## Exercise goal
Copy the entries exactly, through the "records (default: $USER)." line.

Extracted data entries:
^^^^^^^^
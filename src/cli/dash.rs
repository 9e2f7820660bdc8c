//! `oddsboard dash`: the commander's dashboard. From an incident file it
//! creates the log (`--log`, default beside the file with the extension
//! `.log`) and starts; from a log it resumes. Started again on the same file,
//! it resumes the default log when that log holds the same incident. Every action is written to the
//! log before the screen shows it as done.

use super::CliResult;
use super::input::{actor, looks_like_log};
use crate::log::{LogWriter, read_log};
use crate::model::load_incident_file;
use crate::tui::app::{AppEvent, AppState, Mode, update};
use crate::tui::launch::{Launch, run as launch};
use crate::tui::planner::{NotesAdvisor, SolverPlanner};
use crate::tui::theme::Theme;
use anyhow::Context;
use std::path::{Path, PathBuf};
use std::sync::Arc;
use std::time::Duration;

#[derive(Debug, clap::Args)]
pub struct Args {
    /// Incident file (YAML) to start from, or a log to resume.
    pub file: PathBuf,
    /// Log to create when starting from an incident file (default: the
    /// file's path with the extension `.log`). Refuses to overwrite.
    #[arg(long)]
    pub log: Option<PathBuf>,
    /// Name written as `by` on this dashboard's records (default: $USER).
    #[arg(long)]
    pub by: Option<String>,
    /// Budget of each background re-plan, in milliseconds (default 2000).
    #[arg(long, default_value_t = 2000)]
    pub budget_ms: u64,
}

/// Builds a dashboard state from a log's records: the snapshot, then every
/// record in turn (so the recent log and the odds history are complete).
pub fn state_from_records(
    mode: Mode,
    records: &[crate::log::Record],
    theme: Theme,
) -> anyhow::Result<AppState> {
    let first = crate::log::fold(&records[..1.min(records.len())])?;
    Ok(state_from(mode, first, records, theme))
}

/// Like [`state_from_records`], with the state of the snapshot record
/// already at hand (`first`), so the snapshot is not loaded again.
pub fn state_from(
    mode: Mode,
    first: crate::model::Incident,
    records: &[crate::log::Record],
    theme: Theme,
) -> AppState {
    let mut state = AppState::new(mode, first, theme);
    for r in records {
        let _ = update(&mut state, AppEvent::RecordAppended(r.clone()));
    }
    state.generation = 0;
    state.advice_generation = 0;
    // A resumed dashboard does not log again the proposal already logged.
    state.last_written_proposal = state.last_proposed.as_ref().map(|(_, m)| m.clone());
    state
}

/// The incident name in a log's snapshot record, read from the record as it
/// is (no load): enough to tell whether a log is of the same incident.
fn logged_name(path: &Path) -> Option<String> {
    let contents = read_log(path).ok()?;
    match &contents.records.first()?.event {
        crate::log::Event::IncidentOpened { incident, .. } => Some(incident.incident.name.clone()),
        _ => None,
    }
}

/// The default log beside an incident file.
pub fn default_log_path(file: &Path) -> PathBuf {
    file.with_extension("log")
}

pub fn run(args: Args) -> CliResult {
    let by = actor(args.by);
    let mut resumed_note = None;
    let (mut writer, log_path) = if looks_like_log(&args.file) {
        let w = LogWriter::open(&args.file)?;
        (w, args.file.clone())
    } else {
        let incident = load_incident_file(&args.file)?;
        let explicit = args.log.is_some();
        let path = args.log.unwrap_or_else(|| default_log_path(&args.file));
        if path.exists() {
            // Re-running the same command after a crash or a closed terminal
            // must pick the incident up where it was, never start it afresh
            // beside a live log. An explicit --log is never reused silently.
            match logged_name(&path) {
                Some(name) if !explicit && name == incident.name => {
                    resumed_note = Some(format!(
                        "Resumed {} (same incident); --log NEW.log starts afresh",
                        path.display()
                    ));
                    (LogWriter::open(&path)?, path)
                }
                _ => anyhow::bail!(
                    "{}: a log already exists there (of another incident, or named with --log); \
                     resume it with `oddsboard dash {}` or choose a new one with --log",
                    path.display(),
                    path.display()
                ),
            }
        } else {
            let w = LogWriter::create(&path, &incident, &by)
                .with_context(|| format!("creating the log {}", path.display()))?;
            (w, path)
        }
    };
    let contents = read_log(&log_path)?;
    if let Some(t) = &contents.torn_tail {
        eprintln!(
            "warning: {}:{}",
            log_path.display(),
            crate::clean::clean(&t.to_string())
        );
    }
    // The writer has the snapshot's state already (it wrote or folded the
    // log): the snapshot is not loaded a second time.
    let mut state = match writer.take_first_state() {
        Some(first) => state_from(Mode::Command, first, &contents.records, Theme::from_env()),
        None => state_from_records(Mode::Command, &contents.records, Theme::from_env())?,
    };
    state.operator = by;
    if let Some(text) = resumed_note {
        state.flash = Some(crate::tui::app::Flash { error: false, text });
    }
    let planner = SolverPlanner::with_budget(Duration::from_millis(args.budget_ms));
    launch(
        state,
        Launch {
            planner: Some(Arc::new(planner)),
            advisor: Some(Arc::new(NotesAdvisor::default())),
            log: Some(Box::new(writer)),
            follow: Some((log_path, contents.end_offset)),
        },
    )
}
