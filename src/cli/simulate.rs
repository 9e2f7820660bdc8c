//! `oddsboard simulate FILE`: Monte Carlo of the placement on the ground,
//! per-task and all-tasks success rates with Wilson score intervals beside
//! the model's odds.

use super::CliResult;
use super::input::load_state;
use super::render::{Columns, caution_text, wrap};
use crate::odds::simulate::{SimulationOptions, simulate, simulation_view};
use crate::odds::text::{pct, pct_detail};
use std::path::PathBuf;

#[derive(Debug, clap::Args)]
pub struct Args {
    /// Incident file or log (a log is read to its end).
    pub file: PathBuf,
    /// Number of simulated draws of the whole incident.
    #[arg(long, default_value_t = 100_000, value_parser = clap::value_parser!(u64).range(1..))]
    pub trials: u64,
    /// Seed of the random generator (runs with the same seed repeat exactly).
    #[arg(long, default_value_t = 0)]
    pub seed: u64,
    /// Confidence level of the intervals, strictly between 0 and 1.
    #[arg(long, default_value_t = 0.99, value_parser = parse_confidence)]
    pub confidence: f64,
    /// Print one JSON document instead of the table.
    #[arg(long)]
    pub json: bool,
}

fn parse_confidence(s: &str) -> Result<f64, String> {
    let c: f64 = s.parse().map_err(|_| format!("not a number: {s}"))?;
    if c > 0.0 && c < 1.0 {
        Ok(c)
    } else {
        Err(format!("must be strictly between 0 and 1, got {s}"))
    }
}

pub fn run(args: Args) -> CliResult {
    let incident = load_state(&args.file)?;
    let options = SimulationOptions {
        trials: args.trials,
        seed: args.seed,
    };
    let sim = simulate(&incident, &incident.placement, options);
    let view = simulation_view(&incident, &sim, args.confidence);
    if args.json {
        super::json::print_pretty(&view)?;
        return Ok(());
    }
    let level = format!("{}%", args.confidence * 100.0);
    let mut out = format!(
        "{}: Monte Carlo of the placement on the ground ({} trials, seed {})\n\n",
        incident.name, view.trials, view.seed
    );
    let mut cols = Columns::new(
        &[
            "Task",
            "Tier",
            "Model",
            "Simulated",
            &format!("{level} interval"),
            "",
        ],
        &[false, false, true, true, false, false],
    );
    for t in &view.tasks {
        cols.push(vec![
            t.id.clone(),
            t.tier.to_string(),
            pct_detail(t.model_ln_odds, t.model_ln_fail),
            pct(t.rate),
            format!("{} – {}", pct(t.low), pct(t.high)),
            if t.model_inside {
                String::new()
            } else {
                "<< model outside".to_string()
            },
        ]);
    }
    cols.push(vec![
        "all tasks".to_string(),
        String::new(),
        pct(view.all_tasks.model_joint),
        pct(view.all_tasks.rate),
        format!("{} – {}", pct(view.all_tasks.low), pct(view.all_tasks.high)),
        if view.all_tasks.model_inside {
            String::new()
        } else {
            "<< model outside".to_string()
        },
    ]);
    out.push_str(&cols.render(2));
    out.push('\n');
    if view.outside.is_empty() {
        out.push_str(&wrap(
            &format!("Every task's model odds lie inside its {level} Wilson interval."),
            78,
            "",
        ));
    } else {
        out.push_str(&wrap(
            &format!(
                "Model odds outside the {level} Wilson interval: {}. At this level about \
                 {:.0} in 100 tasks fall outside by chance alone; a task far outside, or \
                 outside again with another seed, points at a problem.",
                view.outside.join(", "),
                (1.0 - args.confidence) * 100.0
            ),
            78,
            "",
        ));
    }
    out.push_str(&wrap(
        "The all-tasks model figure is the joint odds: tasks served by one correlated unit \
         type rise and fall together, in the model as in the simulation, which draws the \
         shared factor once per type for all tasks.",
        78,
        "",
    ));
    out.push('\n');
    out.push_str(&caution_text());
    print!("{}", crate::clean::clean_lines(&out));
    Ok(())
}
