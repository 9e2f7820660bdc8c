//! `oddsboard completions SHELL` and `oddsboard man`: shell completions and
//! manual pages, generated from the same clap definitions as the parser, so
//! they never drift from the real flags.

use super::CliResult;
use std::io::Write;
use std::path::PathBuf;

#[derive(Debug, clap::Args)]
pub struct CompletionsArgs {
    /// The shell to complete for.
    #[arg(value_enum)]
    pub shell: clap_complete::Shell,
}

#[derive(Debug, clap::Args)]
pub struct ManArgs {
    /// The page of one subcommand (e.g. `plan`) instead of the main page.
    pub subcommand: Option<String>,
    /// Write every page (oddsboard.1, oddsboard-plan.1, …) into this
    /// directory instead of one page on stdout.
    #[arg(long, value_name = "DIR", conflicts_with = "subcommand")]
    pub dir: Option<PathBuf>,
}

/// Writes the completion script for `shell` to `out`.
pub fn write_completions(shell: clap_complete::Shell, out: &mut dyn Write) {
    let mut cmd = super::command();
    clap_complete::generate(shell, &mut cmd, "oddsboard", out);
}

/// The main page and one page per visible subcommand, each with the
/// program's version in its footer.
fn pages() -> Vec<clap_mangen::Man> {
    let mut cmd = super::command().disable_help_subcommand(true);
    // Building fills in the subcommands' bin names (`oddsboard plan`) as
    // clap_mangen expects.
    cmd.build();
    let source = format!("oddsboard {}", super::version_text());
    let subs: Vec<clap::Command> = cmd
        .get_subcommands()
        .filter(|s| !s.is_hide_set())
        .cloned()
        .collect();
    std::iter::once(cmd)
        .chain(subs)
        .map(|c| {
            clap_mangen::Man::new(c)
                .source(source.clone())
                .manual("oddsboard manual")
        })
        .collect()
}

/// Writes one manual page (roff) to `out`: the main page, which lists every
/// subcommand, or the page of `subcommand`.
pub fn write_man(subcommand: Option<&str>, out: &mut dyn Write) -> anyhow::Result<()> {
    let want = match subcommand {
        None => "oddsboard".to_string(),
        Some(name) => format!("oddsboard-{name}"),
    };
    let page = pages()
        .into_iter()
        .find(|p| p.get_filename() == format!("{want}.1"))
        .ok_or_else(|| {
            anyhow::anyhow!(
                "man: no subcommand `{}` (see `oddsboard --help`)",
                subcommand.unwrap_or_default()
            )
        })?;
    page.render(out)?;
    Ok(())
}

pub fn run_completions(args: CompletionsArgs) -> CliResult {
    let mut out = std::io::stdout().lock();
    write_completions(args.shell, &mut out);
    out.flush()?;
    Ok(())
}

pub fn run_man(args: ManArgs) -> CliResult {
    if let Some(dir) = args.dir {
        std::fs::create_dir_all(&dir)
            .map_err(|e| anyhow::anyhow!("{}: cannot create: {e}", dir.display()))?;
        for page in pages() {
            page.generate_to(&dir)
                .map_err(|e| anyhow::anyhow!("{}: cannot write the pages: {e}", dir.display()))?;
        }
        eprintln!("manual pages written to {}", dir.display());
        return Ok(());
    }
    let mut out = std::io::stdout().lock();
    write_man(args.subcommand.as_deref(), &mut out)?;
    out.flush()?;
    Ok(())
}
^^^^^^^^
## Solution to this problem
filename src/cli/dash.rs
repository 9e2f7820660bdc8c
//! `oddsboard dash`: the commander's dashboard. From an incident file it
//! creates the log (`--log`, default beside the file with the extension
//! `.log`) and starts; from a log it resumes. Started again on the same file,
//! it resumes the default log when that log holds the same incident. Every action is written to the
//! log before the screen shows it as done.

use super::CliResult;
use super::input::{actor, looks_like_log};
use crate::log::{LogWriter, read_log};
use crate::model::load_incident_file;
use crate::tui::app::{AppEvent, AppState, Mode, update};
use crate::tui::launch::{Launch, run as launch};
use crate::tui::planner::{NotesAdvisor, SolverPlanner};
use crate::tui::theme::Theme;
use anyhow::Context;
use std::path::{Path, PathBuf};
use std::sync::Arc;
use std::time::Duration;

#[derive(Debug, clap::Args)]
pub struct Args {
    /// Incident file (YAML) to start from, or a log to resume.
    pub file: PathBuf,
    /// Log to create when starting from an incident file (default: the
    /// file's path with the extension `.log`). Refuses to overwrite.
    #[arg(long)]
    pub log: Option<PathBuf>,
    /// Name written as `by` on this dashboard's records (default: $USER).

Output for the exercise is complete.